P. Passias(1), A. Pyne(1), S. Horn(1), G. Poorman(1), M. Janjua(1), D. Vasquez-Montes(1), N. Frangella(1), C. Bortz(1), F. Segreto(1), D. Ge(1), M. Siow(1), A. Sure(1), P. Zhou(1), J. Moon(1), B. Diebo(2), S. Vira(1)

(1) New York University Langone Orthopedic Hospital, Division of Spinal Surgery, New York, NY, United States
(2) SUNY Downstate Medical Center, Department of Orthopaedic Surgery, Brooklyn, NY, United States


Introduction: Chiari malformations type I (CM-I), a developmental anomaly of the posterior fossa, usually presents in adolescence or early adulthood. There are few studies on the national incidence of CM-I, taking into account outcomes based on concurrent diagnoses. The aim of this study is to quantify trends in Chiari malformations type 1 treatment and associated diagnoses.

Methods: Retrospective review the prospectively collected Kids' Inpatient Database (KID) from 2003-2012. Patients with a primary diagnosis of CM-I (ICD9-CM 348.4) ages 0-20 in the KID database were identified. Demographics and concurrent diagnoses were analyzed using chi-squared and t-tests for categorical and numerical variables, respectively. Trends in diagnosis, treatments, and outcomes were analyzed using ANOVA.

Results: 5438 patients were identified in the KID database with a primary diagnosis of CM-I (10.5 years, 55% F, CCI 0.21). CM-I primary diagnoses have increased over time (45 to 96 per 100,000, p< 0.001). CM-I patients had the following concurrent diagnoses: 23.8% syringomyelia/syringobulbia, 11.5% scoliosis, 5.9% hydrocephalus, 2.2% tethered cord syndrome, 0.5% torticollis, 0.3% Klippel Feil, 0.2% spina bifida. The average LOS for all CM-I patients was 4.02±7.78 days. Comorbidities included 1.8% anxiety, 2.4% depression, 5.5% functional digestive disorders. 83.4% of CM-I patients underwent surgical treatment, and the rate of surgical treatment for CM-I increased from 2003-2012 (66% to 72%, p< 0.001) though the rate of complications decreased over the same time (7% to 3%, p< 0.001) and mortality rates remained constant (p>0.05). The age of patients surgically treated for CM-I trended up over time (9.81-10.66 years, p=0.001). 70% of surgeries involved decompression only, which had increased neurologic complications as compared to surgeries that included fusions (p=0.039). The number of cranial decompressions performed for CM-I decreased from 2003-2012 (42.2%-30.5%, p< 0.001) while the rate of spinal decompression increased (73.1%-77.4%, p=0.019), although overall complication rates have been down-trending (6.4% to 2.9%, p< 0.001), fusion rates have increased over time (0.45% to 1.8%, p=0.026) and are associated with higher complication rates than decompression only (11.9% vs. 4.7%, p=0.007).

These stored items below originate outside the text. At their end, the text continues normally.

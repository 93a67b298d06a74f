"""Value ranges and cross-key rules, checked before any work starts.

Each failure is a :class:`ConfigError` whose message is one line naming the
key, the value given and what is allowed.
"""

import math

from omegaconf import DictConfig


class ConfigError(ValueError):
    """A configuration value that is not allowed; the message is one line."""


def _fail(key: str, value, allowed: str):
    raise ConfigError(f"{key}={value!r} is not allowed: {allowed}")


def _integer(cfg, key: str, minimum: int, allowed: str):
    value = _get(cfg, key)
    if isinstance(value, bool) or not isinstance(value, int) or value < minimum:
        _fail(key, value, allowed)
    return value


def _real(cfg, key: str, allowed: str, minimum=None, strict=True):
    value = _get(cfg, key)
    if isinstance(value, bool) or not isinstance(value, (int, float)) or not math.isfinite(value):
        _fail(key, value, allowed)
    if minimum is not None and (value <= minimum if strict else value < minimum):
        _fail(key, value, allowed)
    return float(value)


def _get(cfg, key: str):
    node = cfg
    for part in key.split("."):
        node = node[part]
    return node


def steps_per_cycle(interval: float, dt: float) -> int:
    """Number of RK4 steps in one interval, or 0 when it is not a whole multiple of dt."""
    steps = round(interval / dt)
    if steps >= 1 and abs(steps * dt - interval) <= 1e-9 * max(interval, dt):
        return steps
    return 0


def _in_range(cfg, key, low, high, allowed):
    value = _real(cfg, key, allowed)
    if not low <= value <= high:
        _fail(key, value, allowed)


def _check_filter(cfg, model_name: str, ring: bool) -> None:
    """Ranges of the filter keys present in this filter's schema, and the radius rule
    (``model_name``, ``ring``: the forecast model's name and whether its variables sit on a ring)."""
    from assimbench.registry import LOCALIZED

    node = cfg.filter
    keys = set(node.keys())
    if "members" in keys:
        _integer(cfg, "filter.members", 2, "an integer >= 2")
    if "inflation" in keys:
        _real(cfg, "filter.inflation", "a finite factor >= 1 (1 = no inflation)", minimum=1.0, strict=False)
    if "additive_std" in keys:
        _real(cfg, "filter.additive_std", "a finite standard deviation >= 0 (0 = off)", minimum=0.0, strict=False)
    if "rtpp" in keys:
        _in_range(cfg, "filter.rtpp", 0.0, 1.0, "a coefficient from 0 (off) to 1")
    if "rtps" in keys:
        _in_range(cfg, "filter.rtps", 0.0, 2.0, "a coefficient from 0 (off) to 2")
    if "radius" in keys and node.radius is not None:
        _real(cfg, "filter.radius", "a finite half-width > 0 in grid units, or null for no localization", minimum=0.0)
        if node.name in LOCALIZED and not ring:
            _fail(
                "filter.radius",
                node.radius,
                f"null: {model_name} has no distance between variables (use filter.radius=null)",
            )
    if "b_scale" in keys:
        _real(cfg, "filter.b_scale", "a finite factor > 0", minimum=0.0)
    if "iterations" in keys:
        _integer(cfg, "filter.iterations", 1, "an integer >= 1")
    if "inner_iterations" in keys:
        _integer(cfg, "filter.inner_iterations", 1, "an integer >= 1 (conjugate-gradient steps)")
    if "prior_extra_count" in keys:
        allowed = "0 (count N, Bocquet 2011) or 1 (N + 1, Bocquet et al. 2015)"
        if _integer(cfg, "filter.prior_extra_count", 0, allowed) > 1:
            _fail("filter.prior_extra_count", node.prior_extra_count, allowed)
    if "window" in keys:
        _integer(cfg, "filter.window", 1, "an integer >= 1 (analysis intervals)")
    if node.get("adaptive", False):
        _real(cfg, "filter.adaptive_std", "a finite standard deviation > 0", minimum=0.0)
        low = _real(cfg, "filter.adaptive_min", "a finite anomaly factor >= 1", minimum=1.0, strict=False)
        high = _real(cfg, "filter.adaptive_max", "a finite anomaly factor >= adaptive_min", minimum=1.0,
                     strict=False)
        if high < low:
            _fail("filter.adaptive_max", high, f"an anomaly factor >= filter.adaptive_min={low} (bounds reversed)")
        start = float(node.inflation)
        if not low <= start <= high:
            _fail("filter.inflation", start, f"a starting factor within [adaptive_min, adaptive_max] = [{low}, {high}]")
    if "ess_threshold" in keys:
        value = _real(cfg, "filter.ess_threshold", "a fraction in (0, 1]")
        if not 0.0 < value <= 1.0:
            _fail("filter.ess_threshold", value, "a fraction in (0, 1]")
    if "jitter" in keys:
        _real(cfg, "filter.jitter", "a finite standard deviation >= 0", minimum=0.0, strict=False)


def filter_kind(cfg) -> tuple:
    """(members, weighted, reports_inflation) of the configured filter, from the config alone."""
    from assimbench.registry import INFLATION_REPORTING, WEIGHTED

    members = int(cfg.filter.members) if "members" in cfg.filter else 1
    reports = cfg.filter.name in INFLATION_REPORTING or bool(cfg.filter.get("adaptive", False))
    return members, cfg.filter.name in WEIGHTED, reports


def _check_diagnostics(cfg) -> None:
    from assimbench.diagnostics import OPTIONAL, available_groups

    asked = cfg.diagnostics
    if asked is None:
        return
    available = available_groups(*filter_kind(cfg))
    for name in asked:
        if name not in OPTIONAL:
            _fail("diagnostics", name, "names from " + ", ".join(OPTIONAL))
        if name not in available:
            _fail("diagnostics", name, f"filter {cfg.filter.name} can give only " + ", ".join(available))


def _check_model(cfg, model_names, prefix: str = "model") -> tuple:
    """The model node's name, step and parameters; returns (name, dt, state size, resolved size)."""
    from assimbench.registry import model_sizes

    model_name = _get(cfg, f"{prefix}.name")
    if model_name not in model_names:
        _fail(f"{prefix}.name", model_name, f"choose the model with {prefix}=" + "|".join(sorted(model_names)))
    dt = _real(cfg, f"{prefix}.dt", "a finite time step > 0", minimum=0.0)
    if model_name == "lorenz96":
        _integer(cfg, f"{prefix}.size", 4, "an integer >= 4")
        _real(cfg, f"{prefix}.forcing", "a finite number")
    if model_name == "lorenz63":
        for key in ("sigma", "rho", "beta"):
            _real(cfg, f"{prefix}.{key}", "a finite number")
    if model_name == "lorenz96_two_scale":
        _integer(cfg, f"{prefix}.slow", 4, "an integer >= 4")
        _integer(cfg, f"{prefix}.fast_per_slow", 1, "an integer >= 1")
        for key in ("forcing", "coupling", "time_scale", "space_scale"):
            _real(cfg, f"{prefix}.{key}", "a finite number")
        _real(cfg, f"{prefix}.space_scale", "a finite number > 0", minimum=0.0)
    if model_name == "kuramoto_sivashinsky":
        _integer(cfg, f"{prefix}.size", 8, "an integer >= 8")
        _real(cfg, f"{prefix}.length", "a finite domain length > 0", minimum=0.0)
    return (model_name, dt, *model_sizes(_get(cfg, prefix)))


def _check_forecast_model(cfg, model_names, truth: tuple, interval: float) -> tuple:
    """The forecast model's rules; returns (state size, ring) of the model the filter works with.

    It must resolve exactly the truth's resolved variables, and carry either
    only those or the whole truth state (its initial ensemble is the truth's
    state, or its resolved part, plus noise)."""
    from assimbench.registry import FORECAST_ONLY, LORENZ96_RINGS, MODELS

    truth_name, _, truth_size, truth_resolved = truth
    node = cfg.forecast_model
    name = node.name
    choices = sorted(set(model_names) | set(FORECAST_ONLY))
    if name not in choices:
        _fail("forecast_model.name", name, "choose the forecast model with forecast_model=" + "|".join(choices))
    if name == "same":
        return truth_size, MODELS[truth_name](cfg.model).ring
    if name == "lorenz96_closure":
        if truth_name not in LORENZ96_RINGS:
            _fail("forecast_model", name, "a truth model whose resolved variables are a Lorenz-96 ring "
                  f"(model={'|'.join(LORENZ96_RINGS)}), not {truth_name}")
        dt = _real(cfg, "forecast_model.dt", "a finite time step > 0", minimum=0.0)
        _real(cfg, "forecast_model.forcing", "a finite number")
        _integer(cfg, "forecast_model.degree", 0, "an integer from 0 to 6")
        if node.degree > 6:
            _fail("forecast_model.degree", node.degree, "an integer from 0 to 6")
        size = resolved = truth_resolved
        ring = True
    else:
        _, dt, size, resolved = _check_model(cfg, model_names, "forecast_model")
        ring = MODELS[name](node).ring
    if resolved != truth_resolved or size not in (truth_size, truth_resolved):
        _fail("forecast_model", name,
              f"a forecast model whose state is the truth's {truth_resolved} resolved variables"
              + (f" (or all its {truth_size})" if truth_size != truth_resolved else "")
              + f"; this one has {size} variables, {resolved} of them resolved")
    if steps_per_cycle(interval, dt) == 0:
        _fail("observation.interval", interval, f"a whole multiple (>= 1) of forecast_model.dt={dt}")
    return size, ring


def _check_seed(cfg) -> None:
    seed = _integer(cfg, "seed", 0, "an integer from 0 to 2**32 - 1")
    if seed >= 2**32:
        _fail("seed", seed, "an integer from 0 to 2**32 - 1")


def check_config(cfg: DictConfig, model_names, filter_names) -> None:
    """Raise ConfigError for the first value or combination that is not allowed."""
    truth = _check_model(cfg, model_names)
    model_name, dt, _, size = truth
    filter_name = _get(cfg, "filter.name")
    if filter_name not in filter_names:
        _fail("filter.name", filter_name, "choose the filter with filter=" + "|".join(sorted(filter_names)))

    interval = _real(cfg, "observation.interval", "a finite model time > 0", minimum=0.0)
    if steps_per_cycle(interval, dt) == 0:
        _fail("observation.interval", interval, f"a whole multiple (>= 1) of model.dt={dt}")
    _integer(cfg, "observation.stride", 1, f"an integer from 1 to the observable state size {size}")
    if cfg.observation.stride > size:
        _fail("observation.stride", cfg.observation.stride, f"an integer from 1 to the observable state size {size}")
    _real(cfg, "observation.error_std", "a finite standard deviation > 0", minimum=0.0)

    from assimbench.observations import TRANSFORMS

    transform = cfg.observation.transform
    if transform not in TRANSFORMS:
        _fail("observation.transform", transform, "one of " + ", ".join(TRANSFORMS))
    _, ring = _check_forecast_model(cfg, model_names, truth, interval)
    forecaster = model_name if cfg.forecast_model.name == "same" else cfg.forecast_model.name
    _check_filter(cfg, forecaster, ring)
    _real(cfg, "truth_noise_std", "a finite standard deviation >= 0 (0 = a deterministic truth)",
          minimum=0.0, strict=False)

    cycles = _integer(cfg, "cycles", 1, "an integer >= 1")
    burn_in = _integer(cfg, "burn_in", 0, f"an integer from 0 to cycles - 1 = {cycles - 1}")
    if burn_in >= cycles:
        _fail("burn_in", burn_in, f"an integer from 0 to cycles - 1 = {cycles - 1}")
    _check_seed(cfg)
    _integer(cfg, "replicates", 1, "an integer >= 1")
    _integer(cfg, "chunk_cycles", 1, "an integer >= 1")
    _real(cfg, "initial_spread", "a finite standard deviation >= 0", minimum=0.0, strict=False)
    _check_diagnostics(cfg)
    _integer(cfg, "store.ensemble_every", 0, "an integer >= 0 (0 = never)")
    _real(cfg, "divergence_factor", "a finite factor > 0", minimum=0.0)
    _integer(cfg, "divergence_patience", 1, "an integer >= 1 (cycles)")
    output = cfg.output
    if output is not None and (not isinstance(output, str) or not output.strip()):
        _fail("output", output, "a file path, or null for no file")


def check_lyapunov(cfg: DictConfig, model_names) -> None:
    """Ranges of an assimbench-lyapunov config."""
    _, dt, size, _ = _check_model(cfg, model_names)
    if cfg.count is not None:
        count = _integer(cfg, "count", 1, f"an integer from 1 to the state size {size}, or null for all")
        if count > size:
            _fail("count", count, f"an integer from 1 to the state size {size}, or null for all")
    every = _integer(cfg, "reorthonormalise", 1, "an integer >= 1 (RK4 steps between QR factorisations)")
    _real(cfg, "spinup_time", "a finite model time >= 0", minimum=0.0, strict=False)
    time = _real(cfg, "time", "a finite model time > 0", minimum=0.0)
    blocks = _integer(cfg, "blocks", 1, "an integer >= 1")
    if blocks * every * dt > time * (1 + 1e-9):
        _fail("blocks", blocks, f"at most time / (reorthonormalise x model.dt) = {int(time / (every * dt))}")
    _real(cfg, "observation.interval", "a finite model time > 0", minimum=0.0)
    _check_seed(cfg)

Overall, 7.4% of patients experienced at least one peri-operative complication (nervous system, dysphagia, respiratory most common). Patients with concurrent hydrocephalus had increased nervous and respiratory systems, urinary, and respiratory complications (all p< 0.006) and syringomyelia increased the rate of respiratory complications (p=0.037).

Conclusions: CM-I malformation diagnoses have increased in the last decade. Despite the decrease in overall complication rates, fusions are becoming more common and are associated with higher peri-operative complication rates. Commonly associated diagnoses including syringomyelia and hydrocephalus, can dramatically increase experienced complication rates.